Stored data

fn check_points(
    check: &mut Checker,
    raw: &RawModel,
    adc: &Adc,
    ohms: f64,
    kind: ModelKind,
) -> Option<Vec<ProfilePoint>> {
    let path = FieldPath::key("model").then("points");
    if raw.points.len() > MAX_PROFILE_POINTS {
        check.fail(path, too_many_points(raw.points.len()));
        return None;
    }
    if raw.points.len() < kind.min_points() {
        check.fail(
            path.clone(),
            format!(
                "the {kind} model needs at least {} calibration points; {} given",
                kind.min_points(),
                raw.points.len()
            ),
        );
        return None;
    }
    let before = check.found.len();
    temperature::check_point_temperatures(check, &path, &raw.points);
    let mut points = Vec::with_capacity(raw.points.len());
    for (i, point) in raw.points.iter().enumerate() {
        let level = parse_level(&point.applied, true)
            .map_err(|e| check.fail(path.at(i).then("applied"), e.to_string()))
            .ok();
        let counts = check.number(
            path.at(i).then("counts"),
            point.counts,
            |c| (0.0..=adc.full_scale()).contains(&c),
            &format!(
                "counts run from 0 to the ADC's full scale, {}",
                adc.full_scale()
            ),
        );
        if counts.is_some_and(|c| adc.is_clipped(c)) {
            check.fail(
                path.at(i).then("counts"),
                format!(
                    "{} counts is at ADC clip (≥ {:.0}): the true level may be higher; \
                     re-measure with more attenuation or drop the point",
                    point.counts,
                    adc.clip_threshold()
                ),
            );
        }
        if let Some(std) = point.std_counts {
            check.number(
                path.at(i).then("std_counts"),
                std,
                |v| (0.0..=adc.full_scale()).contains(&v),
                &format!(
                    "a standard deviation of counts is 0 or more, up to the ADC's full scale, {}",
                    adc.full_scale()
                ),
            );
        }
        if point.samples == Some(0) {
            check.fail(
                path.at(i).then("samples"),
                "a point is the mean of at least one sample; give how many were averaged \
                 (1 or more), or leave `samples` out",
            );
        }
        let dbm = level.map(|level| level.power(ohms).dbm());
        if let Some(dbm) = dbm.filter(|dbm| !(LEVEL_DBM.lo..=LEVEL_DBM.hi).contains(dbm)) {
            check.fail(
                path.at(i).then("applied"),
                format!(
                    "`{}` is {dbm:.1} dBm, out of range; {}",
                    point.applied, LEVEL_DBM.what
                ),
            );
        }
        if let (Some(level), Some(dbm), Some(counts)) = (level, dbm, counts) {
            points.push(ProfilePoint {
                applied: point.applied.clone(),
                level,
                dbm,
                counts,
                temp_c: point.temp_c,
                volts: adc.volts(counts),
                u_volts: PointU::from_counts(
                    point.std_counts,
                    point.samples,
                    adc.volts_per_count(),
                ),
            });
        }
    }
    (check.found.len() == before).then_some(points)
}

/// Ties a model error to the point or field it is about.
fn model_problem(check: &mut Checker, error: ModelError) {
    let points = FieldPath::key("model").then("points");
    let path = match &error {
        ModelError::TooFewPoints { .. } | ModelError::FitFailed { .. } => points,
        ModelError::DuplicateLevel { second, .. } => points.at(*second).then("applied"),
        ModelError::NotMonotone { index, .. } | ModelError::NonPositiveOutput { index, .. } => {
            points.at(*index).then("counts")
        }
    };
    check.fail(path, error.to_string());
}

/// The table's axis, log-volts when not given.
fn table_axis(check: &mut Checker, raw: &RawModel) -> Option<Axis> {
    match raw.axis.as_deref() {
        None => Some(Axis::LogVolts),
        Some(name) => Axis::from_name(name).or_else(|| {
            check.fail(
                FieldPath::key("model").then("axis"),
                format!(
                    "unknown axis `{name}`; choose log-volts (diode detectors) or volts (log-amps)"
                ),
            );
            None
        }),
    }
}

fn build_table(check: &mut Checker, raw: &RawModel, cal: &[CalPoint]) -> Option<Model> {
    let axis = table_axis(check, raw)?;
    let table = TableDetector::new(cal, axis)
        .map_err(|e| model_problem(check, e))
        .ok()?;
    Some(model(
        Arc::new(table),
        Some(axis),
        false,
        Vec::new(),
        Vec::new(),
    ))
}

fn build_log(check: &mut Checker, raw: &RawModel, cal: &[CalPoint]) -> Option<Model> {
    let path = FieldPath::key("model");
    let fitted = LogAmpDetector::fit(cal)
        .map_err(|e| model_problem(check, e))
        .ok()?;
    match (raw.slope, raw.intercept) {
        (None, None) => {
            let fitted_ok = slope_fits(fitted.slope()) && intercept_fits(fitted.intercept());
            if !fitted_ok {
                check.fail(
                    path.then("points"),
                    format!(
                        "the line fitted to these points has slope {} V/dB and intercept {} \
                         dBm; {} and {}: the output hardly changes with level (use kind = \
                         \"table\"), or [adc] is wrong",
                        shown(fitted.slope()),
                        shown(fitted.intercept()),
                        SLOPE_V_PER_DB.what,
                        INTERCEPT_DBM.what
                    ),
                );
                return None;
            }
            let params = vec![("slope", fitted.slope()), ("intercept", fitted.intercept())];
            Some(model(Arc::new(fitted), None, true, Vec::new(), params))
        }
        (Some(slope), Some(intercept)) => {
            let slope = check.number(path.then("slope"), slope, slope_fits, SLOPE_V_PER_DB.what);
            let intercept = check.within(path.then("intercept"), intercept, &INTERCEPT_DBM);
            let (slope, intercept) = (slope?, intercept?);
            let detector =
                LogAmpDetector::new(slope, intercept, fitted.span_dbm()).with_covariance(cal);
            let params = vec![("slope", slope), ("intercept", intercept)];
            Some(model(Arc::new(detector), None, false, Vec::new(), params))
        }
        (Some(_), None) | (None, Some(_)) => {
            check.fail(
                path,
                "give both `slope` and `intercept`, or neither to fit them from the points",
            );
            None
        }
    }
}

fn slope_fits(slope: f64) -> bool {
    (SLOPE_V_PER_DB.lo..=SLOPE_V_PER_DB.hi).contains(&slope.abs())
}

fn intercept_fits(intercept: f64) -> bool {
    (INTERCEPT_DBM.lo..=INTERCEPT_DBM.hi).contains(&intercept)
}

fn build_diode(
    check: &mut Checker,
    raw: &RawModel,
    cal: &[CalPoint],
    kelvins: &[f64],
    ohms: f64,
) -> Option<Model> {
    let built = build_diode_at(check, raw, cal, kelvins, ohms)?;
    let (mut built, diode) = built;
    let plain = ThermalModel::diode(diode.clone(), diode.span_dbm(), kelvins);
    let span = across::diode_span(&plain, diode.span_dbm(), cal, kelvins);
    built.thermal = Some(Arc::new(ThermalModel::diode(diode, span, kelvins)));
    Some(built)
}

/// The diode model (n and V_L at the model's temperature) and the diode itself.
fn build_diode_at(
    check: &mut Checker,
    raw: &RawModel,
    cal: &[CalPoint],
    kelvins: &[f64],
    ohms: f64,
) -> Option<(Model, DiodeDetector)> {
    let path = FieldPath::key("model");
    let kelvin = check_temperature(check, raw.temperature.unwrap_or(300.0))?;
    let law = check_law(check, raw)?;
    if let Some(index) = cal.iter().position(|p| p.volts <= 0.0) {
        model_problem(
            check,
            ModelError::NonPositiveOutput {
                index,
                volts: cal[index].volts,
                model: ModelKind::Diode,
            },
        );
        return None;
    }
    match (raw.n, raw.vl) {
        (None, None) => {
            let fit = DiodeDetector::fit_at(cal, kelvins, kelvin, ohms, law)
                .map_err(|e| model_problem(check, e))
                .ok()?;
            let notes = fit
                .at_bound
                .iter()
                .map(|p| format!("the fitted {p} ended on the edge of its search range"))
                .collect();
            let params = vec![("n", fit.detector.n()), ("vl", fit.detector.vl())];
            let diode = fit.detector;
            Some((
                model(Arc::new(diode.clone()), None, true, notes, params),
                diode,
            ))
        }
        (Some(n), Some(vl)) => {
            let (sorted, sorted_kelvins) = ordered_at(cal, kelvins, ModelKind::Diode)
                .map_err(|e| model_problem(check, e))
                .ok()?;
            let n = check.within(path.then("n"), n, &N);
            let vl = check.within(path.then("vl"), vl, &VL);
            let (n, vl) = (n?, vl?);
            let span = sorted
                .iter()
                .fold((f64::INFINITY, f64::NEG_INFINITY), |(lo, hi), p| {
                    (lo.min(p.dbm), hi.max(p.dbm))
                });
            let diode = DiodeDetector::new(n, vl, kelvin, ohms, span)
                .with_law(law)
                .with_covariance_at(&sorted, &sorted_kelvins);
            let params = vec![("n", n), ("vl", vl)];
            Some((
                model(Arc::new(diode.clone()), None, false, Vec::new(), params),
                diode,
            ))
        }
        (Some(_), None) | (None, Some(_)) => {
            check.fail(
                path,
                "give both `n` and `vl`, or neither to fit them from the points",
            );
            None
        }
    }
}

/// The diode's saturation law: the profile's XTI and EG, a Schottky's where not given.
fn check_law(check: &mut Checker, raw: &RawModel) -> Option<SaturationLaw> {
    let path = FieldPath::key("model");
    let default = SaturationLaw::default();
    let xti = check.within(path.then("xti"), raw.xti.unwrap_or(default.xti), &XTI);
    let eg_ev = check.within(
        path.then("eg_ev"),
        raw.eg_ev.unwrap_or(default.eg_ev),
        &EG_EV,
    );
    Some(SaturationLaw {
        xti: xti?,
        eg_ev: eg_ev?,
    })
}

▶ [EXERCISE GOAL]: Up to and including the line with "if raw.points.len() >", please return the records exactly, beginning from their first line.

▶ [RESULT OF THE EXERCISE]:
fn check_points(
    check: &mut Checker,
    raw: &RawModel,
    adc: &Adc,
    ohms: f64,
    kind: ModelKind,
) -> Option<Vec<ProfilePoint>> {
    let path = FieldPath::key("model").then("points");
    if raw.points.len() > MAX_PROFILE_POINTS {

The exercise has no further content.